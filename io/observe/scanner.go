package observe

import (
	"bytes"
	"encoding/csv"
	"errors"
	"io"
	"math"
	"slices"
	"unicode/utf8"
)

// scanner finds the rows of a file, block by block.
type scanner struct {
	shared    *Shared
	held      *heldCSV
	line      int    // the line of the file at which the scanner stands
	announced bool   // a line that names the separator is to come
	spans     []span // the rows of the block at hand
	parser    *parser
}

func newScanner(from *origin) *scanner {
	shared := &Shared{header: header{source: from.source, origin: from}}
	held := &heldCSV{header: &shared.header}
	shared.text = held
	return &scanner{shared: shared, held: held, line: 1, announced: from.announced, parser: newParser(from.separator)}
}

// block takes the next block and what comes after it, as blocks.next gives them.
func (s *scanner) block(text []byte, after error) error {
	b := block{text: text, first: s.shared.rows}
	s.spans = s.spans[:0]
	for at := 0; at < len(text); {
		size, err := s.record(text, at, after)
		if err != nil {
			return err
		}
		s.line += bytes.Count(text[at:at+size], newline)
		at += size
	}
	if len(s.spans) > 0 {
		b.spans = slices.Clone(s.spans)
		s.held.blocks = append(s.held.blocks, b)
	}
	return nil
}

// record takes what starts at a position of the block, a blank line, the header or a row, and returns its size.
func (s *scanner) record(block []byte, at int, after error) (int, error) {
	text := block[at:]
	line := firstLine(text)
	if isBlank(line) {
		return len(line), nil
	}
	if mayBeEmpty(line, s.parser.separator) {
		fields, size, err := s.parse(text, after)
		if err != nil || isEmpty(fields) {
			return size, err
		}
	}
	if s.shared.header.names == nil {
		return s.readHeader(text, after)
	}
	size, err := s.checkRow(text, line, after)
	if err != nil {
		return 0, err
	}
	s.spans = append(s.spans, span{uint32(at), uint32(size), int32(s.line)})
	s.shared.rows++
	s.shared.bytes += len(content(text[:size])) + 1
	return size, nil
}

var newline = []byte("\n")

// isBlank reports whether the CSV reader passes over a line. A carriage return alone is a line only at the end of the
// file; elsewhere it is part of one.
func isBlank(line []byte) bool {
	switch string(line) {
	case "\n", "\r\n", "\r":
		return true
	}
	return false
}

// mayBeEmpty reports whether a record that starts with a line may be empty: most have a letter or a digit.
func mayBeEmpty(line, separator []byte) bool {
	return bytes.IndexFunc(line, func(c rune) bool {
		return c < utf8.RuneSelf && c > ' ' && c != '"' && !bytes.ContainsRune(separator, c)
	}) < 0
}

// readHeader takes the names from the record with which text starts, and returns its size.
func (s *scanner) readHeader(text []byte, after error) (int, error) {
	fields, size, err := s.parse(text, after)
	if err != nil {
		return 0, err
	}
	if s.announced {
		s.announced = false
		return size, nil
	}
	s.held.head = content(text[:size])
	s.shared.header, err = newHeader(fields, s.line, s.shared.header.origin)
	return size, err
}

// checkRow checks the record with which text starts, and returns its size. Most are one plain line, which is seen at a
// glance; the others go through the CSV reader, which also has the words for what is wrong with them.
func (s *scanner) checkRow(text, line []byte, after error) (int, error) {
	if s.isPlain(line, after) {
		return len(line), nil
	}
	fields, size, err := s.parse(text, after)
	if err != nil {
		return 0, err
	}
	here := Error{File: s.shared.header.source, Line: s.line, Row: s.shared.rows + 1}
	return size, s.shared.header.checkRecord(fields, here)
}

// isPlain reports whether a line is a whole record without quotes that checkRecord has nothing against.
func (s *scanner) isPlain(line []byte, after error) bool {
	whole := line[len(line)-1] == '\n' || after == io.EOF
	return whole && bytes.IndexByte(line, '"') < 0 && bytes.Count(line, s.parser.separator)+1 == len(s.shared.header.names) &&
		utf8.Valid(line) && bytes.IndexByte(line, 0) < 0 && s.line <= math.MaxInt32
}

// parse reads the record with which text starts. An error is placed in the file.
func (s *scanner) parse(text []byte, after error) ([]string, int, error) {
	if after == nil {
		after = io.ErrUnexpectedEOF // never met: a block that another follows ends with a whole record
	}
	fields, size, err := s.parser.parse(text, after)
	if err == nil {
		return fields, size, nil
	}
	if parse, ok := errors.AsType[*csv.ParseError](err); ok {
		moved := *parse
		moved.StartLine, moved.Line = s.line, s.line+parse.Line-parse.StartLine
		err = &moved
	}
	return nil, 0, readError(s.shared.header.source, err)
}

// finish returns the table once the reader has given all it has: io.EOF or a failure comes after the last block.
func (s *scanner) finish(after error) (*Shared, error) {
	switch {
	case after != io.EOF:
		return nil, readError(s.shared.header.source, after)
	case s.shared.header.names == nil:
		return nil, s.shared.header.origin.noHeader()
	case s.shared.rows == 0:
		return nil, s.shared.header.noRows()
	}
	return s.shared, nil
}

TASK DESCRIPTION: Would you please copy exactly the part of the entries above that begins at the line containing "size, err := s.checkRow(text, line, after)" and ends at the line containing "return bytes.IndexFunc(line, func(c", both lines included?

ANSWER BELOW:
	size, err := s.checkRow(text, line, after)
	if err != nil {
		return 0, err
	}
	s.spans = append(s.spans, span{uint32(at), uint32(size), int32(s.line)})
	s.shared.rows++
	s.shared.bytes += len(content(text[:size])) + 1
	return size, nil
}

var newline = []byte("\n")

// isBlank reports whether the CSV reader passes over a line. A carriage return alone is a line only at the end of the
// file; elsewhere it is part of one.
func isBlank(line []byte) bool {
	switch string(line) {
	case "\n", "\r\n", "\r":
		return true
	}
	return false
}

// mayBeEmpty reports whether a record that starts with a line may be empty: most have a letter or a digit.
func mayBeEmpty(line, separator []byte) bool {
	return bytes.IndexFunc(line, func(c rune) bool {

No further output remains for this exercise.